In June, the old school on Robert Street — first built in 1924 to serve as Burlington High School — is to be demolished.

The Burlington Area School District hosted an open house on Saturday and invited alumni to “Celebrate the Memories at 225 Robert Street.”

There will be a second open house on Friday from 5-7 p.m.

More than just bricks

Julie Thomas, the communications coordinator for the district, noted “the building is more than just bricks.”

“It’s the people who were part of the building, and we’re excited to give them an opportunity to come in, meet with their friends, and enjoy seeing it,” she said.

She added: “It gives people a chance to walk around and see what they remember from their high school years.”

Many of the people walking through the building on Saturday were families — from young to old — underscoring the point the school served generations of Burlington’s families.

Pam Wanasek, class of 1961, toured the building with her son, John Wanasek, class of 1986. She agreed she had good memories of her time at the school.

Janine Oldenburg, class of 1968, and her brother John Oldenburg, class of 1970, said the same, noting one of the things they remember was how great their teachers were.

There were lots of groups walking around who met in school and stayed friends in the decades after graduation.

Touring in a group and laughing about old times were Kay Weithaus, class of 1961, Barb Himtz, class of 1962, Sandy Johnson, class of 1961, and Kay Dudley, class of 1962.

The women had been friends since kindergarten.
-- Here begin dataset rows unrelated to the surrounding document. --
import type { Sequelize } from 'sequelize';
import { route } from '../http/route';

export const healthRoutes = (sequelize: Sequelize) => [
  route({
    method: 'get',
    path: '/api/health',
    access: 'public',
    summary: 'Application and database status',
    handler: async ({ res }) => {
      const database = await sequelize
        .authenticate()
        .then(() => 'ok' as const)
        .catch(() => 'down' as const);
      if (database === 'down') res.status(503);
      return { app: 'ok', database };
    },
  }),
];
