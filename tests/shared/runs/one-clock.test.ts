/**
 * One clock for the run core: silence on a channel is measured on monotonic time, run time follows
 * monotonic time, and wall time only anchors it. A wall clock set an hour either way or a machine
 * asleep for ten minutes raises no false signal-lost and hides no real one (virtual clock, real engine).
 */
import { afterEach, beforeEach, describe, expect, it, vi } from 'vitest';
import { VirtualClock, virtualRig, virtualRun } from './support/virtual-run';

const HOUR = 3_600_000;

function rigRunning() {
  const clock = new VirtualClock();
  const { snapshot, rig } = virtualRig([
    { direction: 1, xMm: -100, yMm: 0 },
    { direction: 1, xMm: 100, yMm: 0 },
  ]);
  const run = virtualRun(snapshot, rig, clock);
  const channels = snapshot.channels.length;
  /** `ms` of time in 100 ms steps, every channel answering except `silent` ones. */
  const pass = async (ms: number, silent: number[] = []) => {
    for (let t = 0; t < ms; t += 100) {
      clock.advance(100);
      for (let c = 0; c < channels; c++) if (!silent.includes(c)) run.read(c, c === channels - 1 ? 2 : 1);
      await vi.advanceTimersByTimeAsync(100);
    }
  };
  const lost = () =>
    run.engine
      .view()
      .alarms.filter((a) => a.code === 'signal-lost')
      .map((a) => a.subject)
      .sort();
  return { clock, run, pass, lost };
}

describe('one clock', () => {
  beforeEach(() => vi.useFakeTimers({ toFake: ['setInterval', 'clearInterval', 'setTimeout', 'clearTimeout'] }));
  afterEach(() => vi.useRealTimers());

  it.each([
    ['set an hour ahead', HOUR],
    ['set an hour back', -HOUR],
  ])('raises no signal-lost and keeps run time going when the wall clock is %s', async (_, stepMs) => {
    const { clock, run, pass, lost } = rigRunning();
    run.engine.start();
    await pass(1000);
    await run.command({ type: 'zero' });
    await run.command({ type: 'start' });
    await pass(3000);
    expect(lost()).toEqual([]);
    const before = run.engine.nowMs();
    clock.wallMs += stepMs; // someone sets the clock (or NTP steps it)
    await pass(5000);
    expect(lost()).toEqual([]);
    expect(run.engine.nowMs() - before).toBe(5000); // run time moved by the 5 s that passed, not by the step
    const times = run.rows.map((r) => r.tMs);
    expect(times).toEqual([...times].sort((a, b) => a - b));
  });

  it('raises no signal-lost after the machine sleeps ten minutes with the devices answering again at once', async () => {
    const { clock, run, pass, lost } = rigRunning();
    run.engine.start();
    await pass(1000);
    await run.command({ type: 'zero' });
    await run.command({ type: 'start' });
    await pass(3000);
    clock.wallMs += 10 * 60_000; // asleep: the wall clock ran on, the monotonic clock did not
    await pass(3000);
    expect(lost()).toEqual([]);
  });

  it('still raises a real one within its 2 s after a clock step or a sleep, and clears it when the device answers', async () => {
    const { clock, run, pass, lost } = rigRunning();
    run.engine.start();
    await pass(1000);
    await run.command({ type: 'zero' });
    await run.command({ type: 'start' });
    await pass(2000);
    clock.wallMs -= HOUR;
    await pass(1500, [0]); // g1 silent 1.5 s: not yet
    expect(lost()).toEqual([]);
    await pass(1500, [0]); // 3 s: lost (2 s rule; the check runs every 500 ms)
    expect(lost()).toEqual(['g1']);
    await pass(1000);
    expect(lost()).toEqual([]);
    clock.wallMs += 10 * 60_000; // a sleep, and the pressure transducer does not come back
    await pass(3000, [2]);
    expect(lost()).toEqual(['p']);
  });
});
Kay Dudley illustrated the difference in the times by pointing out when they were in school, they could not have come to school in pants, as they did on Saturday.

The girls were required to wear skirts or dresses to school — even during a Wisconsin winter, she said. So they would wear pants under their skirts and take the pants off once they got inside.

Further, at that time they could not participate in sports except in gym class or in clubs. Title IX prohibits sex-based discrimination in schools that receive federal funds, but it did not become law until 1972.

Some on the tour reminded us school was where they were when history was made.

Ralph Jankowsky, class of 1964, remembers being in the television room after lunch and hearing the report from Walter Cronkite of CBS that President John F. Kennedy had been fatally shot.

The cost of maintenance

Burlington High School was built in 1924 and the building had multiple additions over the years to bring it to its current footprint.

In 2000, the community built another high school, and the Robert Street location became the Nettie Karcher Middle School.

However, old buildings are expensive to maintain.

“The reason why we proposed a referendum to build a new middle school is because maintenance to this school would have been extremely costly,” Thomas said.

In 2016, architects hired by the district identified Karcher as the school in greatest need of upgrades and repairs, with more than $5 million in maintenance needs.

As if to prove the point, in 2018 a leaky steam pipe cost tens of thousands of dollars in damage and closed several classrooms.

But there were other issues. As Thomas noted, the school has had ongoing problems with the boiler, and the district could no longer get parts for it.

In 2018, the taxpayers approved a referendum that allowed the district to build a new middle school right next door to the old. The new Karcher Middle School is to receive its first students in fall.

Once the old middle school is demolished, the district intends to build athletic fields for the middle school students to use during the day that would also be suitable for district events after school.